## [What to produce]
Search the material for the string "testRunKeys" and copy each line where it occurs.
* * * * * * * * *
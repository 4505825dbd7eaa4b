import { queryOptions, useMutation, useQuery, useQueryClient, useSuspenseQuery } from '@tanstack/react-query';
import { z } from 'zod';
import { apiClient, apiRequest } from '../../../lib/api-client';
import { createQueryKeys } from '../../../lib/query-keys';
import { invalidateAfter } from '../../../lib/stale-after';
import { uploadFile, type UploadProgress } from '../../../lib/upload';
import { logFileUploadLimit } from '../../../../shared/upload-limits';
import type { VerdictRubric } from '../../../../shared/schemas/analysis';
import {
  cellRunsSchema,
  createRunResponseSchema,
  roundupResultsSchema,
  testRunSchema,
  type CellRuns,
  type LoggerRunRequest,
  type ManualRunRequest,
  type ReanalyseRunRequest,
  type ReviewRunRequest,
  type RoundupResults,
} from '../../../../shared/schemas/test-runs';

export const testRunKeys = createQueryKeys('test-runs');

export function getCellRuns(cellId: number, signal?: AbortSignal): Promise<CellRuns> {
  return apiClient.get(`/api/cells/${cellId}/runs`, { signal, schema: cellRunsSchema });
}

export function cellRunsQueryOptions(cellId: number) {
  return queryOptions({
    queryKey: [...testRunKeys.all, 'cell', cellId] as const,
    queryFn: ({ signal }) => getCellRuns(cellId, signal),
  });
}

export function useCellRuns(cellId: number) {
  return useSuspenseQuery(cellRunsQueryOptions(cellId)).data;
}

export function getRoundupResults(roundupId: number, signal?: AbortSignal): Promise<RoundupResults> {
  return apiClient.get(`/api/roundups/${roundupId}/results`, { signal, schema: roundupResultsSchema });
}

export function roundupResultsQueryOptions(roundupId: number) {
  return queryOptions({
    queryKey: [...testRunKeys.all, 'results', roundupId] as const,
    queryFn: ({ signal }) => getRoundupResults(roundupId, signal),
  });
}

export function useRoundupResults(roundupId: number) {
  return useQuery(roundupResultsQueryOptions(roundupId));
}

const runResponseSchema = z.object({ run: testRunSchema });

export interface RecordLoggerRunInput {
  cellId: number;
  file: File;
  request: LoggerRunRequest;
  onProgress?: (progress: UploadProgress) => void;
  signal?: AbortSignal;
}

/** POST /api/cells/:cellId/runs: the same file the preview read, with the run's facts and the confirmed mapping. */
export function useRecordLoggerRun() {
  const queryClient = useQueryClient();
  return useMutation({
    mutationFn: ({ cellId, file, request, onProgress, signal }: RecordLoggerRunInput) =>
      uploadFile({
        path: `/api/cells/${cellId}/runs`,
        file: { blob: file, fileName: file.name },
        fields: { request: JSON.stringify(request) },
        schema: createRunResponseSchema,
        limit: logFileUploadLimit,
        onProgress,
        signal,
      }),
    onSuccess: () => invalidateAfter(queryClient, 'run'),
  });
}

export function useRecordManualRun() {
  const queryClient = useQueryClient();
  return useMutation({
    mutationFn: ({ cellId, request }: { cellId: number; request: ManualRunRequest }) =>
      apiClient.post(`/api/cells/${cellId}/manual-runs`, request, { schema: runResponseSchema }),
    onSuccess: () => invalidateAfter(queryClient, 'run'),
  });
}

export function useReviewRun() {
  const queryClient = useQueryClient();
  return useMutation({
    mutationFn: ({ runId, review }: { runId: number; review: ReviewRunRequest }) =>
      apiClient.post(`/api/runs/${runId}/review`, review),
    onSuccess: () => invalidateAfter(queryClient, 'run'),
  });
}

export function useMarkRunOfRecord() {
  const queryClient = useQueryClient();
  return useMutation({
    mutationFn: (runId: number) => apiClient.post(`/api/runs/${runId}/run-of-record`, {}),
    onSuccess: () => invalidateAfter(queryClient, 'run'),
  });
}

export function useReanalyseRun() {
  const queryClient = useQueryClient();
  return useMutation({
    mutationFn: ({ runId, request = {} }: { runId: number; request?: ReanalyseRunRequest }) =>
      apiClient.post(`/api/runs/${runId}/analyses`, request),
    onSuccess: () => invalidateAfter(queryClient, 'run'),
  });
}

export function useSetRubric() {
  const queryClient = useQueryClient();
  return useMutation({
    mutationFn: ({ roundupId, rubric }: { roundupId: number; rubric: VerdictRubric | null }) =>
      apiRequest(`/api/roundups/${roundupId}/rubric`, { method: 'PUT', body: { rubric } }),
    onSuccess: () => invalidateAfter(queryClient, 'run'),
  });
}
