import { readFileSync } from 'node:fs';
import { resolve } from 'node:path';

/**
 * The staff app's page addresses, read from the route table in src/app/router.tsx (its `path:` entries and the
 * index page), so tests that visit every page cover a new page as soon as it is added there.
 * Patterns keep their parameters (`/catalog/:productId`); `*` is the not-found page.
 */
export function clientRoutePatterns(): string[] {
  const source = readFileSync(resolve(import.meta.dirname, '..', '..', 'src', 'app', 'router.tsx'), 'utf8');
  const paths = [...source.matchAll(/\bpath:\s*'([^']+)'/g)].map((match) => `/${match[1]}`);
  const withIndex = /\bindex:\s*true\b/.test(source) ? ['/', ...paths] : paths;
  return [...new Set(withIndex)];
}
* * * * * * * * *
## [Result for this task]
export const testRunKeys = createQueryKeys('test-runs');
    queryKey: [...testRunKeys.all, 'cell', cellId] as const,
    queryKey: [...testRunKeys.all, 'results', roundupId] as const,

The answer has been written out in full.